Lines below containing the word "border" should be copied out.

○ ○ ○

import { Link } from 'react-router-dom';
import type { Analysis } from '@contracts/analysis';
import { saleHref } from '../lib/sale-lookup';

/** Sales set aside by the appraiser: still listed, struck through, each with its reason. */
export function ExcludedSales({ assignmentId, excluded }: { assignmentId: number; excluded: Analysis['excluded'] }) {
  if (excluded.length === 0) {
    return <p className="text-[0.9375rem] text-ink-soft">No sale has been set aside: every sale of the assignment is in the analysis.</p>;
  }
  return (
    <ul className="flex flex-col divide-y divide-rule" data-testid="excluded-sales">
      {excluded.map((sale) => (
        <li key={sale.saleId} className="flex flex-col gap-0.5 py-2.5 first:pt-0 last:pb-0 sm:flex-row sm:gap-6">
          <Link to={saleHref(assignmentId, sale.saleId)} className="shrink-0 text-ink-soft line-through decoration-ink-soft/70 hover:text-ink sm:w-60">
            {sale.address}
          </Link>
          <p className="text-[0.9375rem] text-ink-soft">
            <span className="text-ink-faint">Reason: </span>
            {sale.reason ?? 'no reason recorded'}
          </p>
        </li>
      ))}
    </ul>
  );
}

○ ○ ○

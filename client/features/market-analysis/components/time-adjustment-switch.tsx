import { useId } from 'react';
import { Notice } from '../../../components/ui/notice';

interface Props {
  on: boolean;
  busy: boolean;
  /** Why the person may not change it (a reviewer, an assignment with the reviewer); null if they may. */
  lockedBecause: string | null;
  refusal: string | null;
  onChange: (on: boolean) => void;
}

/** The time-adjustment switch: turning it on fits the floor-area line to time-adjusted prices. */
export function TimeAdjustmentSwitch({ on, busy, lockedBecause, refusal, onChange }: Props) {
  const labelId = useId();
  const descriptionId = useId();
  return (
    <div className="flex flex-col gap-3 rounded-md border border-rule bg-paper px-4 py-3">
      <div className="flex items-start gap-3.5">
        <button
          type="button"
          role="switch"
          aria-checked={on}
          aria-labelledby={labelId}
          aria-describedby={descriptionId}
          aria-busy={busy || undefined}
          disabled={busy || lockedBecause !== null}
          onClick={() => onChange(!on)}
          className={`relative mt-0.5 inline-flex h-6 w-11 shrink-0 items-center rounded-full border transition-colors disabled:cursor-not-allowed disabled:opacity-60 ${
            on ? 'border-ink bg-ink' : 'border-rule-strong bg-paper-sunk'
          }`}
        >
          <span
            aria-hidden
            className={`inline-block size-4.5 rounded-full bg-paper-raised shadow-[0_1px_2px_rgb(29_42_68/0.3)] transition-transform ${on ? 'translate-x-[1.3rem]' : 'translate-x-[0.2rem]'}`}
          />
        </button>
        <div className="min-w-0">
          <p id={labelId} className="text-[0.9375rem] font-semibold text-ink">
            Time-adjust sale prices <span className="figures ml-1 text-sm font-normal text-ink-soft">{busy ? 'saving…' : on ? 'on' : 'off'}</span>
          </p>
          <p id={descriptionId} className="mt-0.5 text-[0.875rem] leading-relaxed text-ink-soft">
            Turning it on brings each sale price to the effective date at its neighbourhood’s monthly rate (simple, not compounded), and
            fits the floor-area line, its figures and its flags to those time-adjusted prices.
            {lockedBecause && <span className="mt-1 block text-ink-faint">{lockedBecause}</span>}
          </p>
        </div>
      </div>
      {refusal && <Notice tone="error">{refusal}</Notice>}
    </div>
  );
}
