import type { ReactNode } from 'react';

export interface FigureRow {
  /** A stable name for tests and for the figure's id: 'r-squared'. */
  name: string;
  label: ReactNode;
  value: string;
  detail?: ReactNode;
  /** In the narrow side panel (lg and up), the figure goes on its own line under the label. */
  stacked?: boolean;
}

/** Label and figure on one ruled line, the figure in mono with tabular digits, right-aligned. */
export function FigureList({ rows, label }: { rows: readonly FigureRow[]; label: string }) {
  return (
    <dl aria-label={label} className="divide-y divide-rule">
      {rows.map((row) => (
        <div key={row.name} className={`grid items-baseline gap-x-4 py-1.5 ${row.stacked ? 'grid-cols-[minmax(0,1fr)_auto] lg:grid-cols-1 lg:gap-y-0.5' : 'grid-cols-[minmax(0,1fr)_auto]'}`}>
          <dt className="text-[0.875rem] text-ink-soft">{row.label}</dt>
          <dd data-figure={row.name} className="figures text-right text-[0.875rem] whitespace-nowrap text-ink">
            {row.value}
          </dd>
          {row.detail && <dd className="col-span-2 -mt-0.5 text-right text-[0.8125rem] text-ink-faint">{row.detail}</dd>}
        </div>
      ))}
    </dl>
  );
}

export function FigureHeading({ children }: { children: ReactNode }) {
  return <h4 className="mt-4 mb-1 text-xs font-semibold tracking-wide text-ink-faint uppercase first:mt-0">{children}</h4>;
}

○ ○ ○

▶ **RESPONSE**
    <div className="flex flex-col gap-3 rounded-md border border-rule bg-paper px-4 py-3">
          className={`relative mt-0.5 inline-flex h-6 w-11 shrink-0 items-center rounded-full border transition-colors disabled:cursor-not-allowed disabled:opacity-60 ${
            on ? 'border-ink bg-ink' : 'border-rule-strong bg-paper-sunk'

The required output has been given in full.